▶ _Directions_: Only the lines containing "locationtech" belong in the answer; find them in the material below.

____________________

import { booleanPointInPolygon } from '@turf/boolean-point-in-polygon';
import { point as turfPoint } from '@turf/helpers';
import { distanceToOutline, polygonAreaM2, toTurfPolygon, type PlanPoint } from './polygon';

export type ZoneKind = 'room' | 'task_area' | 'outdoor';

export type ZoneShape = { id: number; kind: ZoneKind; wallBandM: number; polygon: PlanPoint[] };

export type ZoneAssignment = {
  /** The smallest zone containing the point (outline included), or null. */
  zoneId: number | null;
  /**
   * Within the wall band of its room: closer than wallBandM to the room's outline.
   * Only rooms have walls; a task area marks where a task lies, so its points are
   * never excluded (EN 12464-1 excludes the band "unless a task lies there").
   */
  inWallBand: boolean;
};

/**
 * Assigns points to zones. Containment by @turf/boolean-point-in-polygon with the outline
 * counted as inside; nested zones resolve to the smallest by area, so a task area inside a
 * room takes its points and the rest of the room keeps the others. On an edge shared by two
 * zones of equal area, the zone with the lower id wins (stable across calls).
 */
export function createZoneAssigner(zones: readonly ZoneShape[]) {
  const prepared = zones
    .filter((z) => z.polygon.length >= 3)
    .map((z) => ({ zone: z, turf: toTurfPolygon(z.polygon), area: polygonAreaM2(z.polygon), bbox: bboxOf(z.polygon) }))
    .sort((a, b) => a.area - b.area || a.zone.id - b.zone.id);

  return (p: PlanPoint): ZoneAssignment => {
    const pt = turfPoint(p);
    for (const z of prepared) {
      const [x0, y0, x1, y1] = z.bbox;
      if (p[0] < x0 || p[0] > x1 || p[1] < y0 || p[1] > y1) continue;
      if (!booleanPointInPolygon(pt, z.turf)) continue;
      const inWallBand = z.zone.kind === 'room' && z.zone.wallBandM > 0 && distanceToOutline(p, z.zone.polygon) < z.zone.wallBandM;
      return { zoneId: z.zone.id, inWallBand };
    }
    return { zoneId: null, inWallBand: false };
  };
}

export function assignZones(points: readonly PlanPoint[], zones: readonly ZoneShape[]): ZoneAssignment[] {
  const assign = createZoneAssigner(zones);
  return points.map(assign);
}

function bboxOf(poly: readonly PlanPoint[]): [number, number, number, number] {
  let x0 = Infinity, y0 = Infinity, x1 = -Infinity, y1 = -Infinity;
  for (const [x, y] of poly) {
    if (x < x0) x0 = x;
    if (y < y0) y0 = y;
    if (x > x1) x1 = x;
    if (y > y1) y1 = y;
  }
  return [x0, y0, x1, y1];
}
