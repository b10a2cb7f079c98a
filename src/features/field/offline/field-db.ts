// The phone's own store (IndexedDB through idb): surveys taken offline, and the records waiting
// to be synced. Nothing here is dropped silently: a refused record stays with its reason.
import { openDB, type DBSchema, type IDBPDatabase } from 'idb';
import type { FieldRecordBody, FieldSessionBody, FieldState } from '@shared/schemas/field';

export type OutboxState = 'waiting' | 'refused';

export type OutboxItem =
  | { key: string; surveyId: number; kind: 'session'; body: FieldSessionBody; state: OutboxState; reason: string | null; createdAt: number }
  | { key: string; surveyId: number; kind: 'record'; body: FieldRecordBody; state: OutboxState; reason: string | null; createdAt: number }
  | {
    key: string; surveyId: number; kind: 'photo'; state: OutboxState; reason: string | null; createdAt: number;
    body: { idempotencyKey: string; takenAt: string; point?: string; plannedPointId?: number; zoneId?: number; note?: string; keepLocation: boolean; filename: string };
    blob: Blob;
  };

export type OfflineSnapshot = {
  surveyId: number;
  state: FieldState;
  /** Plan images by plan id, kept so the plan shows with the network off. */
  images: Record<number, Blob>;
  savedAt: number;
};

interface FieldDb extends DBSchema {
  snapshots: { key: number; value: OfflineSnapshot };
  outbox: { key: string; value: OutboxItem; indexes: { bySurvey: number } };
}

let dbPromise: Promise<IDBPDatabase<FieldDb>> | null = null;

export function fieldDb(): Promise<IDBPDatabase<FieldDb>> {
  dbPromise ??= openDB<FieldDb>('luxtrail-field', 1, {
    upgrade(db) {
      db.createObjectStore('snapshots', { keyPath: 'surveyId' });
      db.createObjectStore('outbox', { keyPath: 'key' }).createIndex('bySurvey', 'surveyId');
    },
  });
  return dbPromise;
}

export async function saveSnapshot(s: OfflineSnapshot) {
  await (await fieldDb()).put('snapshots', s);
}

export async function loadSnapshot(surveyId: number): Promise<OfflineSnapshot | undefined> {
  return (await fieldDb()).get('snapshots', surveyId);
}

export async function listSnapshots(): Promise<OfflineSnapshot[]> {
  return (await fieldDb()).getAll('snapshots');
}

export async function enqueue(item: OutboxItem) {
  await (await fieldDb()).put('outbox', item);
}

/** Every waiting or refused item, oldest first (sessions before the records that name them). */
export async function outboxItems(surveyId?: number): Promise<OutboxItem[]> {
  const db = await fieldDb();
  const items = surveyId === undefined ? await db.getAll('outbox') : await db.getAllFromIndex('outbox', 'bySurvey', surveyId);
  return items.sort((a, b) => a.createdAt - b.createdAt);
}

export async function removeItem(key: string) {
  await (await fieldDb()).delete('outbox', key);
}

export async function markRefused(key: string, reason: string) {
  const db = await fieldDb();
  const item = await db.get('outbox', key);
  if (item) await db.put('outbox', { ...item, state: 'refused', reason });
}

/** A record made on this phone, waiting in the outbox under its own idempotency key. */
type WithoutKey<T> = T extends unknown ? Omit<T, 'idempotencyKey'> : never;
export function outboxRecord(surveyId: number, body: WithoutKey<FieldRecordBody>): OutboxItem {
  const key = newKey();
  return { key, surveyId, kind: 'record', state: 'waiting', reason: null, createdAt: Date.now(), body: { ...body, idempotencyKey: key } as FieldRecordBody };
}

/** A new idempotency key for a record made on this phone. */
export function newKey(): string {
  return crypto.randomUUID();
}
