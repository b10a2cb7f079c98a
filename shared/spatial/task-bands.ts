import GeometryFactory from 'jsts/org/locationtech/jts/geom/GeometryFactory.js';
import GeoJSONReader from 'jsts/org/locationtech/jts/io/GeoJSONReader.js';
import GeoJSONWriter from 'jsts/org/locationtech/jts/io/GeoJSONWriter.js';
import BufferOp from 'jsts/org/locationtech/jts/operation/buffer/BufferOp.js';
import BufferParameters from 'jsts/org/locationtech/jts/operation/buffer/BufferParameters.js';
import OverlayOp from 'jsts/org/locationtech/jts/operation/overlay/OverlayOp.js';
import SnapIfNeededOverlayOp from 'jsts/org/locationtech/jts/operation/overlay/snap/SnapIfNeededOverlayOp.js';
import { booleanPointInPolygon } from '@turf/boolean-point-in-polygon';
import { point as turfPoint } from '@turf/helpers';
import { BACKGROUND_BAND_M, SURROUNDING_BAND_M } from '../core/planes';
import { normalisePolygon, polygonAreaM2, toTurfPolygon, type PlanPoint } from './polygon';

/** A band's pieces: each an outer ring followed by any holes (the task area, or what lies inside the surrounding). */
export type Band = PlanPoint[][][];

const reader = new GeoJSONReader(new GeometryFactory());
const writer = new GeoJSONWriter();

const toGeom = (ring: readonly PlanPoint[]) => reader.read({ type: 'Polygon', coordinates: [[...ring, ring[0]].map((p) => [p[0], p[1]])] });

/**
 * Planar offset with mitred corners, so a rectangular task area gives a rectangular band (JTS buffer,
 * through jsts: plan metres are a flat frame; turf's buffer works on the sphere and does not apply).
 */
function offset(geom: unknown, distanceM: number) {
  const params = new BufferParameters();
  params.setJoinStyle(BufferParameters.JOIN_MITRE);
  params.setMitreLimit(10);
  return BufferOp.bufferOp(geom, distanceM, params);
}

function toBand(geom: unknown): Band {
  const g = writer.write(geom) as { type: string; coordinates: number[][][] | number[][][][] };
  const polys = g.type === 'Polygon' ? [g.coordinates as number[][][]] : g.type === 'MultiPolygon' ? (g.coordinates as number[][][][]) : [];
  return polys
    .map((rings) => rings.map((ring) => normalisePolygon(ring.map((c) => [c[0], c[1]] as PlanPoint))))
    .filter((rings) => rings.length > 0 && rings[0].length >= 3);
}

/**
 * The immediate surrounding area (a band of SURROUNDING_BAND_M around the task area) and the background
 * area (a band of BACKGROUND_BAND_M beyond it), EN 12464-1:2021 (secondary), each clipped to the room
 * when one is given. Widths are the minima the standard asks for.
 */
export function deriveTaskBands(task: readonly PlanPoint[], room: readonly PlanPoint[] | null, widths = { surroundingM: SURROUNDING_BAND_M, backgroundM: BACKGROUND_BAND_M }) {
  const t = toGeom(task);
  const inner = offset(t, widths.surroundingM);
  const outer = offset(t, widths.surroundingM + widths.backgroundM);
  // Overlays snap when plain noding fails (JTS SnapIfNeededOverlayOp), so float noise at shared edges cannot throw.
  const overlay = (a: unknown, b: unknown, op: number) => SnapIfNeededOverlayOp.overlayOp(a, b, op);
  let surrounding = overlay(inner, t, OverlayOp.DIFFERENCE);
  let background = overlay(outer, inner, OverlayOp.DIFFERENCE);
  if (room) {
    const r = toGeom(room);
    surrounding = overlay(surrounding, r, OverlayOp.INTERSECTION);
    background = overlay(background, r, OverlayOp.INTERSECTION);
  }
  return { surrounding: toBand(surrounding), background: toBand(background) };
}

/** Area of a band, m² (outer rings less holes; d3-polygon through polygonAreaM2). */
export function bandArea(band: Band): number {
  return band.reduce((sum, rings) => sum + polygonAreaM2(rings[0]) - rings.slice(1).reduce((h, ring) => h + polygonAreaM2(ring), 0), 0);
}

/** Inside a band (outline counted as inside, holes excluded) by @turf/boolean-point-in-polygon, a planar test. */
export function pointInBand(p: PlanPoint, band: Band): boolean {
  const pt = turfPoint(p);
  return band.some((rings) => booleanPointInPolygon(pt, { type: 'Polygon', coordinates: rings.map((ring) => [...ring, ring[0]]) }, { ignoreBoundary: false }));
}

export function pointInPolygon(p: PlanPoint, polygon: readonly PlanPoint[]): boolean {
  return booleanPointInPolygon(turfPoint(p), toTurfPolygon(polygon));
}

____________________

▶ _Response box_:
import GeometryFactory from 'jsts/org/locationtech/jts/geom/GeometryFactory.js';
import GeoJSONReader from 'jsts/org/locationtech/jts/io/GeoJSONReader.js';
import GeoJSONWriter from 'jsts/org/locationtech/jts/io/GeoJSONWriter.js';
import BufferOp from 'jsts/org/locationtech/jts/operation/buffer/BufferOp.js';
import BufferParameters from 'jsts/org/locationtech/jts/operation/buffer/BufferParameters.js';
import OverlayOp from 'jsts/org/locationtech/jts/operation/overlay/OverlayOp.js';
import SnapIfNeededOverlayOp from 'jsts/org/locationtech/jts/operation/overlay/snap/SnapIfNeededOverlayOp.js';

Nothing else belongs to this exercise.